邢銘一頓,也想起媚三娘那鄭重的一禮,還有她自始至終對昆侖三分的善意,遲疑片刻:“大約你什麽時候幫過她吧。”
想當年,高小四兒腿腳還好的時候,並不像現在這麽常年宅在山上。
昆侖弟子四處行腳,閑的蛋疼愛管閑事兒那不是吹的,幫過的人隻怕填滿整個足下穀。
“不可能。”高勝寒沒什麽好聲氣的果斷道:“今日之前,我見了這麽個妖裏妖氣的玩意兒,隻有殺她的,沒有助她的。至於今日之後……”咂摸了一下這桃夭老祖剛才的所為,不在意道,“以後見了再說吧……”
以後再說,在高勝寒這裏就意味著,未必不殺,你千萬別把惡行犯到我手裏……
二人回身往議事廳走,媚三娘這顆燙手的山芋送走了,屋裏可還有幾桶炸藥等著爆呢。高堂主急急躲出來,一方麵真是怕媚三娘經剛才一事,惱羞成怒剁了他師兄——邪修的行事,他並不敢全信。
另一方麵也是估摸著自己沒有邢銘臉皮厚,抗不住屋裏“群眾的目光”。
打還是個熊孩子的時候起,但凡闖禍他隻負責哭,邢銘負責編瞎話耍賴皮,甘從春負責跟著,白允浪負責挨揍。
後來年歲漸長,他實在是不好意思再哭了,相當長時間裏因為沒有什麽卵用,而遭到了兄弟們的嫌棄。
幸好,他很快就瘸了!!!
於是高小四兒又點亮了新的的專屬技能,麵色蒼白按著自己的腿做隱忍堅毅狀——作用跟哭差不多,對福花紹棠這個吃軟不吃硬的好使。而邢銘進化成了扯淡頂嘴氣師父,甘從春懂事了不跟他們熊了,而白允浪依然負責挨揍。
不能不說,縱觀整個臉皮界,高勝寒這輩子就隻服一個邢二——那真是野火燒不盡,風吹不回頭,城牆一般的堅固耐用,滄桑五百年不朽!
忽然,高盛寒又想起一事,“楊夕那小畜生沒丟的時候,問過我一件事兒……”
邢銘習慣性一手扶著椅子,讓高勝寒省點勁兒,這動作也就他們師兄弟來做,高勝寒不作聲。換個人高勝寒能扇他一臉血印子。

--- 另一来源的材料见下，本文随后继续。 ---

import { fault } from './draft'
import type { FaultData } from './fault-data'
import { AIR, COOLANT, FAN_SLED, RADIATOR, RADIATOR_FAN, SNOW } from './gates-charge'

/** What keeps heat in the engine. */
export const COOLING_FAULTS: FaultData[] = [
  fault({
    id: 'coolantLow',
    name: 'Coolant low: hose, clamp, seal or radiator leaks',
    system: 'coolingSystem',
    gate: COOLANT,
    circuits: [{ circuit: 'coolantLevel', role: 'mechanism' }],
    repair: {
      words:
        'Cold: tighten the clamp or cut the hose back, fill with the right mix, let the air out, run warm, fill again.',
      doesNotFix: 'Topping up does not stop a leak, and no water comes back by itself.',
      minutes: 25,
      costMinor: 1200,
      part: 'coolantHoseKit',
      setups: ['engineCold'],
      successOf100: 85,
    },
    onset: 'A stick, a rock or a loose clamp; sweet smell, wet streak, heater gone cold.',
    wayOut: 'repairHere',
    limpRefused: 'Coolant gone and no refill, or the leak not stopped: no ride.',
    provedBy: 'Holds cap pressure five minutes, level the same cold after the proof run.',
  }),
  fault({
    id: 'radiatorPacked',
    name: 'Radiator packed with mud, grass or ice',
    system: 'coolingSystem',
    gate: RADIATOR,
    repair: {
      words:
        'Let it cool, wash from the engine side out with a soft jet, or brush and blow; straighten bent fins.',
      doesNotFix: 'A hard jet close up lays the fins flat and makes it worse.',
      minutes: 18,
      setups: ['frontCoverOff'],
      successOf100: 90,
    },
    onset: 'Deep mud, seed heads or slush that day; hot at walking pace, cooler at speed.',
    wayOut: 'repairHere',
    provedBy:
      'Light shines through the core; fan goes on and off again at idle after the proof run.',
  }),
  fault({
    id: 'fanCircuitFault',
    name: 'Cooling fan, its relay, fuse or switch',
    system: 'coolingSystem',
    gate: RADIATOR_FAN,
    circuits: [{ circuit: 'fanControl', role: 'part' }],
    repair: {
      words:
        'Free the blades, clean the plug, fuse of the same rating, relay of the same kind; or feed the fan with a fused wire to ride out.',
      doesNotFix:
        'A fan that does not turn on direct feed needs a motor; a fuse that blows again means a short.',
      minutes: 22,
      costMinor: 300,
      part: 'fanUnit',
      setups: ['frontCoverOff'],
      successOf100: 84,
    },
    onset: 'Hot when slow or standing, well at speed; after deep water or mud.',
    wayOut: 'limpOut',
    limpRefused:
      'Gauge in the red or steam: cool it down first, then on the move and in short legs only.',
    provedBy: 'Fan starts and stops by itself at its temperatures, twice, at idle.',
  }),
  fault({
    id: 'thermostatStuck',
    name: 'Thermostat stuck shut',
    system: 'coolingSystem',
    gate: COOLANT,
    circuits: [{ circuit: 'coolantTempSensor', role: 'mechanism' }],
    repair: {
      words:
        'Cold: fit a thermostat with its seal, or take it out for the ride home; fill and let the air out.',
      doesNotFix: 'Without one it runs cold and may not cool better: it is for the ride out only.',
      minutes: 45,
      costMinor: 800,
      part: 'thermostatUnit',
      setups: ['engineCold', 'thermostatOpen'],
      successOf100: 88,
    },
    onset: 'Hot within minutes of a cold start, at any speed.',
    wayOut: 'tow',
    limpRefused: 'No flow through the radiator or exchanger: no ride until it is open or out.',
    provedBy:
      'Hose past it warms in one go at opening temperature; temperature steady on the proof run.',
  }),
  fault({
    id: 'coolantPumpFailed',
    name: 'Coolant pump: wheel, shaft, belt or seal',
    system: 'coolingSystem',
    gate: COOLANT,
    repair: {
      words: 'Shop job: shaft, seals and pump wheel, oil changed if coolant got in.',
      doesNotFix: 'More coolant does not help: what the pump does not move does not cool.',
      minutes: 110,
      costMinor: 2500,
      part: 'coolantPumpKit',
      setups: ['engineCold'],
      successOf100: 88,
    },
    onset: 'Drips below the pump for days, a whine, or hot at once under load.',
    wayOut: 'tow',
    limpRefused: 'No coolant moved, or oil and coolant mixed: no ride, no start.',
    provedBy:
      'Coolant seen moving with engine speed, dry below the pump, clean oil after the proof run.',
  }),
  fault({
    id: 'headGasketLeaking',
    name: 'Head gasket leaking or head warped',
    system: 'coolingSystem',
    gate: COOLANT,
    repair: {
      words:
        'Shop job: head off, faces measured for flatness, new gasket, tightened as the manual says.',
      doesNotFix: 'Sealers and retightening seldom hold, and the bearings suffer if oil is milky.',
      minutes: 240,
      costMinor: 5000,
      part: 'headGasketSet',
      setups: ['engineCold', 'tankCoverOff'],
      successOf100: 87,
    },
    onset:
      'After it once ran very hot; pushes coolant out of the bottle, white steam, hard hoses cold.',
    wayOut: 'tow',
    limpRefused:
      'Gas in the coolant or coolant in cylinder or oil: no ride; do not crank with a full cylinder.',
    provedBy: 'No bubbles, holds pressure, compression even; level the same after two warm-ups.',
  }),
  fault({
    id: 'snowCoolingStarved',
    name: 'Heat exchanger gets no snow: ice or hard ground',
    system: 'coolingSystem',
    gate: SNOW,
    repair: {
      words:
        'Into soft snow, or shovel snow onto tunnel and exchangers; ice scratchers down, slow speed on ice, pauses.',
      doesNotFix: 'Snow does not help if coolant is low: look when it is cold.',
      minutes: 12,
      successOf100: 90,
    },
    onset: 'Ice, road, spring crust or thin cover; slides hot too.',
    wayOut: 'repairHere',
    limpRefused: 'Gauge in the red: stop and cool it; slides that melt stop the track as well.',
    provedBy:
      'Temperature comes down within minutes in loose snow and stays there on the proof run.',
  }),
  fault({
    id: 'coolantCapLeaks',
    name: 'Pressure cap does not hold',
    system: 'coolingSystem',
    gate: COOLANT,
    repair: {
      words:
        'Cold: wipe seal and seat, or fit a cap of the same pressure; fill and let the air out.',
      doesNotFix: 'A stronger cap bursts hoses; it cures no leak.',
      minutes: 8,
      costMinor: 300,
      part: 'coolantCap',
      setups: ['engineCold'],
      successOf100: 90,
    },
    onset:
      'Boils and spits into the bottle though the gauge is barely up; higher country makes it worse.',
    wayOut: 'limpOut',
    limpRefused: 'Boils at light load: no ride before it is full and holds.',
    provedBy: 'Holds the pressure marked on it; hoses firm hot, level steady after the proof run.',
  }),
  fault({
    id: 'airInCoolant',
    name: 'Air locked in the cooling system',
    system: 'coolingSystem',
    gate: COOLANT,
    repair: {
      words:
        'Cold: front end high, fill slowly, open the bleed screws until no bubbles come, run warm, fill again.',
      doesNotFix: 'Air that comes back is gas from a head gasket or a leak on the pump side.',
      minutes: 22,
      costMinor: 500,
      setups: ['engineCold'],
      successOf100: 90,
    },
    onset: 'Since coolant was filled or a hose was off, or after it lay on its side.',
    wayOut: 'repairHere',
    limpRefused: 'Gauge swings into the red: no load before the air is out.',
    provedBy: 'Bleed screws run clear, gauge steady, level the same cold after the proof run.',
  }),
  fault({
    id: 'finsPacked',
    name: 'Cooling fins, cowl or air screen blocked',
    system: 'coolingSystem',
    gate: AIR,
    repair: {
      words:
        'Let it cool, scrape and brush the fins clean, clear screen and cowl, put every duct and seal back.',
      doesNotFix: 'Cold water on a hot cylinder can crack it: no hose before it is hand-warm.',
      minutes: 20,
      setups: ['engineCool', 'cowlOff'],
      successOf100: 90,
    },
    onset: 'Mud, chaff or snow dust; power fades on climbs, smell of hot paint.',
    wayOut: 'repairHere',
    provedBy: 'Fins bare down to the root, cowl whole; no fading on the proof run.',
  }),
  fault({
    id: 'fanBeltBroken',
    name: 'Cooling fan belt or fan broken',
    system: 'coolingSystem',
    gate: FAN_SLED,
    repair: {
      words: 'Fit the fan belt, set its slack as the manual says, look at fan, pulley and bearing.',
      doesNotFix: 'A bearing that drags breaks the next belt.',
      minutes: 30,
      part: 'fanBelt',
      setups: ['engineCool', 'cowlOff'],
      successOf100: 90,
    },
    onset: 'A slap, the howl of the fan is gone, then power fades within minutes.',
    wayOut: 'repairHere',
    limpRefused: 'No fan: no ride under load, it seizes in minutes.',
    provedBy:
      'Fan turns with the engine, belt holds its slack; plugs read right after the proof run.',
  }),
]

順手整了整高勝寒的領子,邢首座有些心不在焉:“何事?”
高勝寒道:“她問我有沒有,把媚三娘給睡了。”
邢銘:“……”
其實楊夕當時的原話,是問媚三娘有沒有把高堂主給睡了,但高勝寒畢竟是個爺們兒,選擇性的換作了正常的語序……
邢銘低頭看高勝寒:“那你睡了麽?”
“……” 高勝寒麵無表情的回頭看他,眼神很不善。
邢銘:“?”
高勝寒:“!!??!!”
“行行,我知道了,你別動手哎……”邢銘心口上挨了高堂主一杵子,裝模作樣揉著胸口,忽然明白了高勝寒為什麽要給他說這。
邢銘於是皺起了眉。
邢首座相信這事兒高勝寒應當是沒幹。
先不說他家裏還有個昆侖女神級的九薇湖,就說高堂主那眼裏揉不得半粒沙的性子,一個女邪修,高小四兒也還瞧不上。

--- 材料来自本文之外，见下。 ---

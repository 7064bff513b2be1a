// A lock between processes by a file that holds the id of its holder.
import { existsSync, mkdirSync, readFileSync, rmSync, statSync, writeFileSync } from 'node:fs'
import { dirname } from 'node:path'

/** Waits for the lock, two minutes at most, and answers how to give it back. */
export async function holdLock(path) {
  mkdirSync(dirname(path), { recursive: true })
  for (let tries = 0; tries < 1200; tries++) {
    try {
      writeFileSync(path, String(process.pid), { flag: 'wx' })
      return () => rmSync(path, { force: true })
    } catch (error) {
      if (error.code !== 'EEXIST') throw error
      if (isAbandoned(path)) rmSync(path, { force: true })
      await new Promise((done) => setTimeout(done, 100))
    }
  }
  throw new Error(`Another start holds ${path}`)
}

/** Its holder is gone, or ended before it could write its id. */
function isAbandoned(path) {
  try {
    const holder = readFileSync(path, 'utf8')
    if (holder) return !existsSync(`/proc/${holder}`)
    return Date.now() - statSync(path).mtimeMs > 5000
  } catch {
    return false
  }
}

但問題是,楊夕那丫頭跟媚三娘有三分交情,這事兒戰部是備了案的。有此一問應該不是空穴來風,加上媚三娘當時是悄悄的離了昆侖,並沒有人見到她走的時候是老是少……
那媚三娘沒有睡了高勝寒,她是睡了昆侖的誰?
那段時間常在身邊兒晃的人,並沒有境界倒退了的,可總不會是境界更低,沒在他身邊掛名的?
高勝寒道:“也可能是我多心,當時依附昆侖的門派那麽多,許是旁的門派門人也不一定。”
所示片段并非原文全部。